An aircraft's movement in flight is controlled by rotating the craft in its pitch, roll and yaw axes. Pitch is rotation around the lateral or transverse axis. This axis is parallel to the wings, thus the nose pitches up and the tail down, or vice-versa. An aircraft pitches up to climb and pitches down to dive. An aircraft increases or decreases the lift generated by the wings when it pitches up or down by increasing or decreasing the angle of attack (AOA) through the lateral axis. Roll is rotation around the longitudinal axis—an axis drawn through the body of the vehicle from tail to nose. Yaw is rotation about the normal axis—an axis perpendicular to the pitch and roll axes.
To control the pitch rotation of aircraft such as the Boeing 777, the pilots operate conventional “wheel-and-column” controls to manually command the elevators of the aircraft. A simplified diagram of conventional “wheel-and-column” controls in the flight deck is illustrated in FIG. 1 (a). To pull the airplane's nose up, e.g. during take-off or landing, the pilot would pull the column toward himself. Pushing the column away would do the opposite to the nose.
In a conventional elevator control, when the control column is pushed or pulled by the pilot, i.e. pilot commands, position transducers change the pilot commands to analog electrical signals. FIG. 1 (b) shows a simplified diagram of the pilot control and the elevator control unit. These signals are transmitted to a Flight Computer Electronics 240 (“FCE”), which uses the signals to compute the requisite control surface commands. The FCE 240 also uses airspeed data to calculate elevator feel commands, which are sent to a feel actuator 430 on the elevator feel unit 10. The feel actuator 430 supplies to the control column 12 a variable feel based on the airspeed. As is well-known to those skilled in the art, the variable feel unit 10 prevents the pilot from making unsafe pitch adjustments, by gradually stiffening the control column 12 at higher airspeed. The variable feel unit 10 also supplies a centering function that returns the control column 12 to a neutral position.

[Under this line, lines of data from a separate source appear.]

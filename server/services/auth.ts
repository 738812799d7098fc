import bcrypt from 'bcryptjs'
import { randomBytes } from 'node:crypto'
import { findUserByEmail, findUserById, insertUser, toPublicUser, updateUser } from '../data/users'
import { AppError, conflict } from '../errors'
import { assertStrongPassword } from '../auth/password-strength'
import type { Preferences, RegisterInput, User } from '../../shared/schemas/auth'

/** bcrypt cost factor: 12 rounds in production (OWASP Password Storage Cheat Sheet: at least 10). */
export const bcryptRounds = () => (process.env.NODE_ENV === 'production' ? 12 : 10)

export const hashPassword = (password: string) => bcrypt.hash(password, bcryptRounds())

// A hash of a random string, compared against when the e-mail is unknown (or the account has no password yet)
// so both paths cost one bcrypt comparison at the SAME cost factor as real hashes: a decoy made with a
// cheaper factor answered unknown e-mails about 3.6 times faster in production and told who has an account.
// Made on first use with the cost factor in force, without blocking the event loop.
const decoys = new Map<number, Promise<string>>()
export function decoyHash(rounds = bcryptRounds()): Promise<string> {
  let d = decoys.get(rounds)
  if (!d) {
    d = bcrypt.hash(randomBytes(24).toString('base64url'), rounds)
    decoys.set(rounds, d)
  }
  return d
}

/** Checks an e-mail and password; null when either is wrong or the account is switched off. Same cost on every path. */
export async function verifyCredentials(email: string, password: string): Promise<User | null> {
  const user = await findUserByEmail(email)
  const ok = await bcrypt.compare(password, user?.passwordHash ?? (await decoyHash()))
  if (!user || !ok || !user.active || !user.passwordHash) return null
  return toPublicUser(user)
}

export async function registerListener(input: RegisterInput): Promise<User> {
  assertStrongPassword(input.password, [input.email, input.name])
  // hashed before the lookup, so a taken address answers no faster than a free one (the timing would tell who has an account)
  const passwordHash = await hashPassword(input.password)
  if (await findUserByEmail(input.email)) throw conflict('An account with that e-mail already exists', 'email_taken')
  return toPublicUser(await insertUser({ email: input.email, name: input.name, role: 'listener', passwordHash }))
}


/** The user a session points at, or null when it is gone or switched off (the session then ends). */
export async function sessionUser(id: string): Promise<User | null> {
  const user = await findUserById(id)
  if (!user || !user.active) return null
  return toPublicUser(user)
}

export function assertRole(user: User | undefined, roles: User['role'][]): asserts user is User {
  if (!user) throw new AppError('Please sign in first', { status: 401, code: 'signed_out' })
  if (!roles.includes(user.role)) throw new AppError('Your role may not do that', { status: 403, code: 'forbidden' })
}

export async function getPreferences(userId: string): Promise<Preferences> {
  const u = await findUserById(userId)
  if (!u) throw new AppError('Please sign in first', { status: 401, code: 'signed_out' })
  return { units: u.units, emailOptional: u.emailOptional }
}

export async function setPreferences(userId: string, patch: Partial<Preferences>): Promise<Preferences> {
  const u = await updateUser(userId, patch)
  if (!u) throw new AppError('Please sign in first', { status: 401, code: 'signed_out' })
  return { units: u.units, emailOptional: u.emailOptional }
}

The conventional elevator variable feel control typically includes bi-directional hinge-type cam roller mechanisms. The bi-directional hinge mechanism typically utilizes compression springs, slotted cam roller and pivoting linkages to provide centering and variable feel functionality. The overall mechanism is complex, heavy, has backlash at neutral position, and offers little flexibility for tailoring the feel forces.
Therefore, it is desirable to have a less complex and light-weight variable feel unit for the elevator control.
It is also desirable to have a variable feel unit that can be customized or tailored for different feel forces.